J.D.D.: 1A, 1B, 1C, 2C, 3A, 3B
E.R.: 2A, 2B, 2C, 3B
E.M.L.: 2A, 2B, 2C, 3B
W.G.W.: 1B, 1C, 2C, 3B
Disclosures
Funding Sources and Conflicts of Interest: This study was funded by the Michael J. Fox Foundation Rapid Response Innovation Award.
Financial Disclosures for previous 12 months: J.D.D. has received a Michael J. Fox Foundation Rapid Response Innovation Award: The Effects of Tyrosine on Orthostatic Hypotension in Parkinson's Disease ($75,000; August–December 2013; role: principle investigator). E.R. has received a Michael J. Fox Foundation Rapid Response Innovation Award: The Effects of Tyrosine on Orthostatic Hypotension in Parkinson's disease ($75,000; August–December 2013; role: coinvestigator). E.M.L. has been supported by Townsend Design: Evaluation of the Townsend Design Rebel Reliever Knee Brace for Individuals with Knee Osteoarthritis ($75,000; 16 April 2013–30 June 2014; role: principal investigator); the Hartman Foundation for Parkinson's Disease (grant awarded to Stony Brook University to transition to Thomas Hartman Center for Parkinson's Disease Stony Brook): Improving gait and cognition in PD: a dual‐task intervention study (Amount, $2,000,000; subaward, $100,000; 1 April 2013–30 March 2015; role: coinvestigator); and the Foundation for Physical Medicine and Rehabilitation: Measurement of Medial Collapse During Bilateral and Unilateral Squat ($10,000; 1 June 2013–30 May 2014; role: co–principal investigator).
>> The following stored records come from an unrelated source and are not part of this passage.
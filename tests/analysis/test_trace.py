import csv
import json
import random
from pathlib import Path

import numpy as np
import pandas as pd
import pytest
import scipy.sparse as sp
from scipy import stats
from click.testing import CliRunner

from tests.conftest import LEE_SOURCES, lee_documents, write_jsonl
from tracer.app.cli import cli
from tracer.core.counting import CountSettings
from tracer.corpus.ingest import ingest
from tracer.corpus.slices import slice_from_spec
from tracer.corpus.workspace import Workspace
from tracer.provenance.specs import load_tests
from tracer.core.association import AssociationTest
from tracer.analysis.trace import TraceSettings, pair_passages, trace, word2vec_view
from tracer.analysis.verification import CONFIRM, NOT_CONFIRMED, agreement_of
from tracer.core.association import weat
from tracer.core.word2vec import Word2VecSettings
from tracer.provenance.models import train_embedding

ROOT = Path(__file__).resolve().parents[2]
TESTS = load_tests(ROOT / "configs" / "demo_tests.toml")


def planted(association: str) -> set[str]:
    with open(ROOT / "corpora_demo" / "planted_documents.csv", encoding="utf-8") as f:
        return {r["doc_id"] for r in csv.DictReader(f) if r["association"] == association}


# (test, slice, association, the outlet where it was planted or None when it was planted everywhere)
CASES = [("gazette_outlet", "all", "outlet_gazette", "Gazette"),
         ("tribune_mix", "all", "tribune_mix", "Tribune"),
         ("rise_and_fall", "time=1980..1989", "rise_and_fall", None)]


@pytest.fixture(scope="module")
def traced(demo_ws):
    return {name: trace(demo_ws, TESTS[name], "ppmi-svd", slice_from_spec(demo_ws, sl),
                        settings=TraceSettings(verify=5)) for name, sl, _, _ in CASES}


def enrichment(ranked: list[str], planted_ids: set[str], population: set[str], k: int) -> tuple[int, float]:
    """How many of the first ``k`` ranked documents are planted, and the chance of at least that many
    among ``k`` documents drawn at random from ``population`` (the hypergeometric upper tail,
    scipy.stats.hypergeom)."""
    hits = sum(d in planted_ids for d in ranked[:k])
    base = len(planted_ids & population)
    return hits, float(stats.hypergeom(len(population), base, k).sf(hits - 1))


@pytest.mark.parametrize("name, sl, association, outlet", CASES)
def test_trace_finds_the_planted_outlet_and_documents(traced, demo_ws, name, sl, association, outlet):
    """The top documents are planted far more often than chance. Judged over the top 20 by an
    enrichment test rather than a count in the top 10: the top documents' exact effects are close
    together (a few 1e-4 of the gap each, much of it from rare cells a document holds alone), so the
    planted count in the top 10 moves by 2-3 between random draws of the same demo settings."""
    r = traced[name]
    if outlet is not None:
        assert r.sources.source.iloc[0] == outlet
    mask = slice_from_spec(demo_ws, sl).weights > 0
    population = set(demo_ws.documents.doc_id[mask])
    hits, p = enrichment(list(r.documents.doc_id), planted(association), population, 20)
    assert hits >= 12 and p < 1e-6, (hits, p)
    v = r.verification
    assert len(v.rows) == 5 + 3
    assert set(v.rows.removed) >= {"top 5 documents", "5 random documents"}


@pytest.mark.parametrize("name", [c[0] for c in CASES])
def test_verification_verdict_rests_on_rank_and_sign(traced, name):
    """The agreement figures recomputed from the table with scipy (scipy.stats.spearmanr, pearsonr),
    and the verdict from the stated thresholds, not from Pearson r."""
    v = traced[name].verification
    p, a = v.rows.predicted.to_numpy(), v.rows.actual.to_numpy()
    rho = stats.spearmanr(p, a).statistic
    sign = np.mean(np.sign(p) == np.sign(a))
    assert v.spearman_rho == pytest.approx(rho) and v.sign_agreement == pytest.approx(sign)
    big = np.argmax(np.maximum(np.abs(p), np.abs(a)))
    keep = np.arange(len(p)) != big
    assert v.pearson_r_without_largest == pytest.approx(stats.pearsonr(p[keep], a[keep]).statistic)
    assert v.largest == v.rows.removed.iloc[big]
    expected = bool(rho >= CONFIRM["spearman_rho"] and sign >= CONFIRM["sign_agreement"] and len(p) >= 5)
    assert v.confirmed is expected and traced[name].confirmed is expected
    assert v.headline().startswith(NOT_CONFIRMED) is (not expected)


def test_tribune_mix_verification_does_not_rest_on_the_largest_point(traced):
    """The Tribune (40% of the tokens) makes the largest retrained change; the trace is confirmed
    because the other retrains agree in rank and sign too, and Pearson r without that one point
    stays high. (When one point carries Pearson r and the rest are out of order the verdict must be
    "not confirmed": test_a_single_large_point_cannot_confirm_a_wrong_ranking.)"""
    v = traced["tribune_mix"].verification
    assert v.pearson_r > 0.8 and v.largest == "source=Tribune"
    assert v.confirmed and v.pearson_r_without_largest > 0.5
    assert not traced["tribune_mix"].headline().splitlines()[1].startswith("estimates not confirmed")


def test_a_single_large_point_cannot_confirm_a_wrong_ranking():
    """Invented table: the big point agrees, the seven small ones are in reverse order."""
    predicted = np.array([-1.0, 0.01, 0.02, 0.03, 0.04, 0.05, 0.06, 0.07])
    actual = np.array([-0.9, 0.07, 0.06, 0.05, 0.04, 0.03, 0.02, 0.01])
    table = pd.DataFrame({"removed": [f"set {k}" for k in range(8)], "predicted": predicted, "actual": actual})
    v = agreement_of(table, "gap")
    assert v.pearson_r > 0.99                      # Pearson alone would call this a success
    assert v.spearman_rho == pytest.approx(stats.spearmanr(predicted, actual).statistic)
    assert v.pearson_r_without_largest == pytest.approx(-1.0) and v.largest == "set 0"
    assert not v.confirmed and "Spearman rho below 0.6" in v.reason
    agreeing = agreement_of(table.assign(actual=predicted * 0.8), "gap")
    assert agreeing.confirmed and agreeing.headline().startswith("estimates confirmed")
    few = agreement_of(table.head(4).assign(actual=predicted[:4]), "gap")
    assert not few.confirmed and "4 retrains, fewer than 5" in few.reason


def test_word2vec_view_mirrors_skip_gram():
    """gensim draws a reduced window b uniformly from 0..window-1 and keeps contexts up to
    window - b (word2vec_inner.pyx, from memory), so a context at distance j is seen with
    probability (window - j + 1) / window: the view's linear weighting. SGNS fits PMI - log k."""
    counts, svd = word2vec_view(CountSettings(window=5), Word2VecSettings(negative=7, dim=40))
    window = 5
    seen = np.array([np.mean([j <= window - b for b in range(window)]) for j in range(1, window + 1)])
    np.testing.assert_allclose(counts.distance_weights(), seen)
    assert (svd.shift, svd.alpha, svd.dim) == (7.0, 0.75, 40)


def test_source_contributions_and_shares(traced):
    s = traced["gazette_outlet"].sources
    assert s.token_share.sum() == pytest.approx(1.0)
    gaz = s.iloc[0]
    assert gaz.contribution_gap < 0 and gaz.share_ratio < -1  # a small outlet with an outsized effect
    assert gaz.contribution_per_million_tokens == pytest.approx(gaz.contribution_gap / gaz.tokens * 1e6)


def test_passages_quote_the_stored_text(demo_ws, traced):
    p = traced["gazette_outlet"].passages
    assert len(p) > 0
    index = dict(zip(demo_ws.documents.doc_id, demo_ws.documents.doc_index))
    for row in p.itertuples():
        text = demo_ws.texts([index[row.doc_id]])[index[row.doc_id]]
        assert text[row.start:row.end] == row.text
        assert row.start <= row.marks[0]["start"] and row.marks[-1]["end"] <= row.end
        for m in row.marks:  # every mark is the word of its set, as written in the stored text
            assert demo_ws.normalize_words([text[m["start"]:m["end"]]]) == [m["word"]]
            assert m["word"] in getattr(TESTS["gazette_outlet"], m["set"])


def test_passages_of_a_document_are_merged_and_carry_its_contribution(traced):
    r = traced["gazette_outlet"]
    p, d = r.passages, r.documents.set_index("doc_id")
    for _, rows in p.groupby("doc_id"):
        starts, ends = rows.start.to_numpy(), rows.end.to_numpy()
        assert (starts[1:] > ends[:-1]).all()  # no two passages of a document overlap or touch
    assert (p.doc_rank == d.loc[p.doc_id, "rank"].to_numpy()).all()
    assert np.allclose(p.doc_change, d.loc[p.doc_id, "exact"].to_numpy())
    assert (p.supporting + p.countering <= p.pairs).all() and p.passage_id.is_unique
    # planted in the Gazette: velmari with unpleasant words (x-a), osterin with pleasant ones (y-b)
    assert (p.evidence == "supports").mean() > 0.8


def test_supports_means_toward_the_measured_direction(demo_ws, traced):
    t = TESTS["gazette_outlet"]
    swapped = AssociationTest("swapped", t.targets_x, t.targets_y, t.attributes_b, t.attributes_a, ())
    r = trace(demo_ws, swapped, "ppmi-svd", slice_from_spec(demo_ws, "all"))
    assert r.effect_size < 0 < traced["gazette_outlet"].effect_size
    same = traced["gazette_outlet"].passages.set_index("passage_id")
    mine = r.passages.set_index("passage_id")
    shared = same.index.intersection(mine.index)
    assert len(shared) > 5
    assert (same.loc[shared, "evidence"] == mine.loc[shared, "evidence"]).all()
    assert (same.loc[shared, "supporting"] == mine.loc[shared, "supporting"]).all()


def test_linear_estimates_track_the_exact_rerank(traced, demo_ws):
    d = traced["gazette_outlet"].documents
    assert np.corrcoef(d.estimate, d.exact)[0, 1] > 0.9


def test_pair_passages(demo_ws):
    p = pair_passages(demo_ws, "velmari", ["agony", "evil"], slice_from_spec(demo_ws, "all"), top=3)
    assert p.doc_id.nunique() == 3 and (p.pair_count > 0).all()
    assert p.pair_count.is_monotonic_decreasing


@pytest.fixture(scope="module")
def lee_injected(tmp_path_factory):
    """gensim's Lee corpus in three invented sources, plus 10 injected documents that tie
    police/army words to peace/agreement words."""
    x, y = ["police", "army", "soldiers", "troops"], ["children", "students", "families", "women"]
    a, b = ["peace", "talks", "agreement", "deal"], ["fire", "attack", "killed", "bombing"]
    rng = random.Random(4)
    filler = "the said on today a of in to and with after for by was were at new".split()

    def injected():
        return ". ".join(f"{rng.choice(filler)} {rng.choice(x)} {rng.choice(filler)} {rng.choice(a)} "
                         + " ".join(rng.choice(filler) for _ in range(4)) for _ in range(8)) + "."

    records = [{"id": f"lee-{i:03d}", "source": LEE_SOURCES[i % 3], "text": t} for i, t in enumerate(lee_documents())
               if t.strip()]
    records += [{"id": f"injected-{k}", "source": LEE_SOURCES[k % 3], "text": injected()} for k in range(10)]
    folder = tmp_path_factory.mktemp("lee-injected")
    write_jsonl(folder / "lee.jsonl", records)
    ingest(folder / "ws", [folder / "lee.jsonl"])
    ws = Workspace(folder / "ws")
    return ws, AssociationTest("lee", tuple(x), tuple(y), tuple(a), tuple(b), ())


def test_injected_documents_fill_the_top_ranks_of_the_lee_corpus(lee_injected):
    ws, test = lee_injected
    r = trace(ws, test, "ppmi-svd", slice_from_spec(ws, "all"), settings=TraceSettings(verify=5))
    top10 = list(r.documents.doc_id[:10])
    assert sum(d.startswith("injected-") for d in top10) >= 8, top10
    # measured here: r = 0.90 (the design's target is 0.9); a little room is left for numeric
    # differences between BLAS builds, since the retrains use a fresh ARPACK run each
    assert r.verification.pearson_r >= 0.85
    assert r.verification.sign_agreement >= 0.6


def test_word2vec_trace_reports_word2vec_own_effect(lee_injected):
    """The headline figures are word2vec's (the mean over the seeds of a retrain with the same settings),
    not the PPMI-SVD view's, which are given apart."""
    ws, test = lee_injected
    sl = slice_from_spec(ws, "all")
    w2v = Word2VecSettings(dim=30, epochs=3, seed=3)
    r = trace(ws, test, "word2vec", sl, CountSettings(), w2v, TraceSettings(seeds=2, top=3, candidates=20))
    own = [weat(e.unit_vectors, e.index, test, with_p=False)
           for e in (train_embedding(ws, sl, "word2vec", CountSettings(), Word2VecSettings(dim=30, epochs=3, seed=s),
                                     save=False) for s in (3, 4))]
    assert r.effect_size == pytest.approx(np.mean([o.effect_size for o in own]), abs=1e-6)
    assert r.gap == pytest.approx(np.mean([o.gap for o in own]), abs=1e-6)
    assert r.view_effect_size != pytest.approx(r.effect_size, abs=1e-3)
    assert "(word2vec); sources and documents are estimated in its PPMI-SVD view" in r.headline()
    assert r.confirmed is None and "Not verified" in r.headline()


def test_trace_cli_json_has_the_documented_keys(demo_ws, tmp_path):
    ws_path = demo_ws.path
    res = CliRunner().invoke(cli, ["trace", "-w", str(ws_path), "--tests", str(ROOT / "configs" / "demo_tests.toml"),
                                   "--test", "tribune_mix", "--top", "5", "--verify", "2", "--format", "json"])
    assert res.exit_code == 0, res.output
    out = json.loads(res.stdout)
    assert {"sources", "documents", "passages", "verification"} <= set(out)
    assert {"source", "token_share", "contribution"} <= set(out["sources"][0])
    assert {"doc_id", "source", "contribution"} <= set(out["documents"][0])
    assert {"doc_id", "start", "end", "text"} <= set(out["passages"][0])
    v = out["verification"]
    assert {"rows", "pearson_r", "spearman_rho", "sign_agreement", "pearson_r_without_largest", "confirmed",
            "headline"} <= set(v)
    assert isinstance(v["confirmed"], bool)
    assert v["headline"].startswith("estimates not confirmed (") is (not v["confirmed"])
    assert {"removed", "predicted", "actual"} <= set(v["rows"][0])
    assert "estimates" in out and out["sources"][0]["source"] == "Tribune"


def test_trace_errors(demo_ws):
    res = CliRunner().invoke(cli, ["trace", "-w", str(demo_ws.path), "--tests", str(ROOT / "configs" / "demo_tests.toml"),
                                   "--test", "occupations"])
    assert res.exit_code == 1 and "has one target set; trace takes two-target tests" in res.stderr
    res = CliRunner().invoke(cli, ["passages", "zzqx", "--with", "agony", "-w", str(demo_ws.path)])
    assert res.exit_code == 1 and res.stderr.startswith("Error: not in the vocabulary of slice all (min count 5): zzqx")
W.G.W. has received a Michael J. Fox Foundation Rapid Response Innovation Award: The Effects of Tyrosine on Orthostatic Hypotension in Parkinson's disease ($75,000; August–December 2013; Role: coinvestigator).
Acknowledgments
The authors thank Dr. Andrew S. Feigin, M.D., Director, Laboratory of Experimental Therapeutics for Movement Disorders, The Feinstein Institute for Medical Research, North Shore LIJ, who received support from the Michael J. Fox Foundation as a consultant on this project. The authors thank Sim Basta (Adele Smithers Parkinson's Disease Treatment Center coordinator), Min‐Kyung Jung (biostatistician), Jeanine Weber, R.N., Gay Carras, R.N., and Teneisha King, M.A., for their important contributions. This trial was registered on 28 August 2012 with http://ClinicalTrials.gov identifier: NCT01676103; http://clinicaltrials.gov/.
Relevant disclosures and conflicts of interest are listed at the end of this article.